Required action: Would you reproduce, without any alteration, the lines from the opening line of the entries through the line that has "export function useMe(): Me" in it?

Top of Data for processing

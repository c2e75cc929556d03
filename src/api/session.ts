import { queryOptions, useMutation, useQuery, useQueryClient } from '@tanstack/react-query'
import {
  changePassword,
  type Me,
  readSession,
  type SessionState,
  signIn,
  signOut,
  signOutEverywhere,
} from '#shared/api/session.ts'
import { keepBrowserChoices } from '#src/lib/browser-choices.ts'
import { call } from './client.ts'
import { keys } from './keys.ts'

export const sessionQuery = queryOptions({
  queryKey: keys.session,
  queryFn: ({ signal }) => call(readSession, { signal }),
  staleTime: 60_000,
  refetchOnWindowFocus: true,
})

/** The signed-in person; null while nobody is, or while it is not known yet. */
export function useMe(): Me | null {
  return useQuery(sessionQuery).data?.me ?? null
}

/** The viewer's number for query keys; 0 while nobody is signed in. */
export function useViewer(): number {
  return useMe()?.id ?? 0
}

/** Takes over a session that has just begun: what the person before saw is forgotten first. */
export function useBeginSession() {
  const queryClient = useQueryClient()
  return (session: SessionState) => {
    // What a one-time link was for stays: its screen still stands, and would ask for the used link again.
    queryClient.removeQueries({ predicate: (query) => query.queryKey[0] !== keys.links[0] })
    queryClient.setQueryData(keys.session, session)
  }
}

export function useSignIn() {
  const begin = useBeginSession()
  return useMutation({
    mutationFn: (body: { email: string; password: string }) => call(signIn, { body }),
    onSuccess: begin,
  })
}

function useEndSession() {
  const queryClient = useQueryClient()
  return () => {
    keepBrowserChoices()
    const before = queryClient.getQueryData<SessionState>(keys.session)
    queryClient.clear()
    queryClient.setQueryData<SessionState>(keys.session, { me: null, demonstration: before?.demonstration ?? null })
    return queryClient.invalidateQueries({ queryKey: keys.session })
  }
}

export function useSignOut() {
  const end = useEndSession()
  return useMutation({ mutationFn: () => call(signOut, {}), onSuccess: end })
}

/** Ends every session of the person, this one too. */
export function useSignOutEverywhere() {
  const end = useEndSession()
  return useMutation({ mutationFn: () => call(signOutEverywhere, {}), onSuccess: end })
}

/** Also ends every other session of the person. */
export function useChangePassword() {
  return useMutation({
    mutationFn: (body: { current: string; next: string }) => call(changePassword, { body }),
  })
}
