import type { z } from 'zod'
import type { ProblemCode, problemDetail } from '#shared/api/problem.ts'

export type ProblemDetail = z.infer<typeof problemDetail>

/** A request that did not do what was asked: the server's problem, or `network`, or an answer outside the contract. `message` is in the user's words. */
export class ApiProblem extends Error {
  readonly code: ProblemCode | 'network' | 'unexpected-answer'
  /** HTTP status, 0 where no answer came. */
  readonly status: number
  readonly errors: readonly ProblemDetail[]
  /** The present ETag, with code `changed`. */
  readonly etag: string | null
  /** Seconds to wait, with code `too-many`. */
  readonly retryAfter: number | null

  constructor(
    code: ApiProblem['code'],
    status: number,
    message: string,
    more: { errors?: readonly ProblemDetail[]; etag?: string; retryAfter?: number | null } = {},
  ) {
    super(message)
    this.name = 'ApiProblem'
    this.code = code
    this.status = status
    this.errors = more.errors ?? []
    this.etag = more.etag ?? null
    this.retryAfter = more.retryAfter ?? null
  }

  /** The fault of one field of the request's body, where the problem names it. */
  of(path: string): string | null {
    return this.errors.find((error) => error.path === path)?.message ?? null
  }
}

/** What the server says of one field; null where the error is of another kind or names other fields. */
export function fieldFault(error: unknown, path: string): string | null {
  return error instanceof ApiProblem ? error.of(path) : null
}

/** The error's own message, but not where its fields say it already. */
export function generalFault(error: Error | null, ...paths: string[]): string | null {
  if (error === null || paths.some((path) => fieldFault(error, path) !== null)) return null
  return error.message
}

/** True for what may pass by itself: no answer, or an answer of the 5xx kind. */
export function mayPass(error: unknown): boolean {
  return error instanceof ApiProblem && (error.code === 'network' || error.status >= 500)
}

Bottom of Data for processing

Answer to this task:
repository c2e75cc929556d03
filename src/api/session.ts
import { queryOptions, useMutation, useQuery, useQueryClient } from '@tanstack/react-query'
import {
  changePassword,
  type Me,
  readSession,
  type SessionState,
  signIn,
  signOut,
  signOutEverywhere,
} from '#shared/api/session.ts'
import { keepBrowserChoices } from '#src/lib/browser-choices.ts'
import { call } from './client.ts'
import { keys } from './keys.ts'

export const sessionQuery = queryOptions({
  queryKey: keys.session,
  queryFn: ({ signal }) => call(readSession, { signal }),
  staleTime: 60_000,
  refetchOnWindowFocus: true,
})

/** The signed-in person; null while nobody is, or while it is not known yet. */
export function useMe(): Me | null {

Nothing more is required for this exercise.